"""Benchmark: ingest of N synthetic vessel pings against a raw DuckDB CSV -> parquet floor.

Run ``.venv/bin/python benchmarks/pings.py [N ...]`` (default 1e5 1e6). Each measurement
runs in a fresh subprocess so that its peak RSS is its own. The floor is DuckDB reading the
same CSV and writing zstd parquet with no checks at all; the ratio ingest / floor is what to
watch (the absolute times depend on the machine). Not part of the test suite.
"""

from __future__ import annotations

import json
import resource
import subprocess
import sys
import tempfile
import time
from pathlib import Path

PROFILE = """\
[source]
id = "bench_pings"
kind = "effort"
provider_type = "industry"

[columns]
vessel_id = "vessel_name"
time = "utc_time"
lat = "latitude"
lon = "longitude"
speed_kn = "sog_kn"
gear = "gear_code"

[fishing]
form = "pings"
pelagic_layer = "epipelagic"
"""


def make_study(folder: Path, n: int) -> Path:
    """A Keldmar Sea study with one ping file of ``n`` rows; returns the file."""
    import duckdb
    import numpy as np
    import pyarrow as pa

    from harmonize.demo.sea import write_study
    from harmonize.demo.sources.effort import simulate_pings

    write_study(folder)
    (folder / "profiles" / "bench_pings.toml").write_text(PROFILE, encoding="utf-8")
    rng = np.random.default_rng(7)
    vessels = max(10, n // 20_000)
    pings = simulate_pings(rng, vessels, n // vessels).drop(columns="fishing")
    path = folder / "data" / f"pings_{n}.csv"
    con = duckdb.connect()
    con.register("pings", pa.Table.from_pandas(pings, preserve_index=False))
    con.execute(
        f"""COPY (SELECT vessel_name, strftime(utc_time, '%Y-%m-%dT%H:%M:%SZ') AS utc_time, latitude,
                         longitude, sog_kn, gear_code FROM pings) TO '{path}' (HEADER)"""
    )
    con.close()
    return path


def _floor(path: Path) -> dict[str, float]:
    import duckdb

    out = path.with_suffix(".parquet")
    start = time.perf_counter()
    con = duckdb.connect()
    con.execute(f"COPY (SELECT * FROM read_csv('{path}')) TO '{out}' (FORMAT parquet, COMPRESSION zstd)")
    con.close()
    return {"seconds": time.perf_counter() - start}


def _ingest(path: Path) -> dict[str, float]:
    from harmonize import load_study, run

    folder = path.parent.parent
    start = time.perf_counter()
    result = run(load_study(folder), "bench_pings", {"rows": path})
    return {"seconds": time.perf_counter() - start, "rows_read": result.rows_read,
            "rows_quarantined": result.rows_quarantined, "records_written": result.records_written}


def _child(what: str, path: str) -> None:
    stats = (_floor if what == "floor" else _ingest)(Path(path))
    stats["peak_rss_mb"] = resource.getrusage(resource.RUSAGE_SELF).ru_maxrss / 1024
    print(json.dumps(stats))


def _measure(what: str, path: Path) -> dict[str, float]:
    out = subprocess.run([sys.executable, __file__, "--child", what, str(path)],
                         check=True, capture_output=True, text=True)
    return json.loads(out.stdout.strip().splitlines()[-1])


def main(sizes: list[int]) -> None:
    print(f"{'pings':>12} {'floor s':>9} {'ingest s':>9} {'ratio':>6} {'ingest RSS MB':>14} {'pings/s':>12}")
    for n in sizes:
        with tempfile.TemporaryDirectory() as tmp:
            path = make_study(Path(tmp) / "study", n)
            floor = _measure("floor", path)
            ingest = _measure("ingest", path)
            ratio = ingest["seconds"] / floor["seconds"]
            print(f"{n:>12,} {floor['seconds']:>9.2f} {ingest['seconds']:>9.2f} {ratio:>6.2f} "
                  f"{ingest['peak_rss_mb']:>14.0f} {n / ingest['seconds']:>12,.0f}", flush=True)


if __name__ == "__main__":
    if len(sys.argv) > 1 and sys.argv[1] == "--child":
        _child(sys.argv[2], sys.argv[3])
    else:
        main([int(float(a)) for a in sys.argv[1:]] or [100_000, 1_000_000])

•••••

Where the string "None" shows up in the listing above, copy the line that holds it.

Written response:
def _child(what: str, path: str) -> None:
def main(sizes: list[int]) -> None:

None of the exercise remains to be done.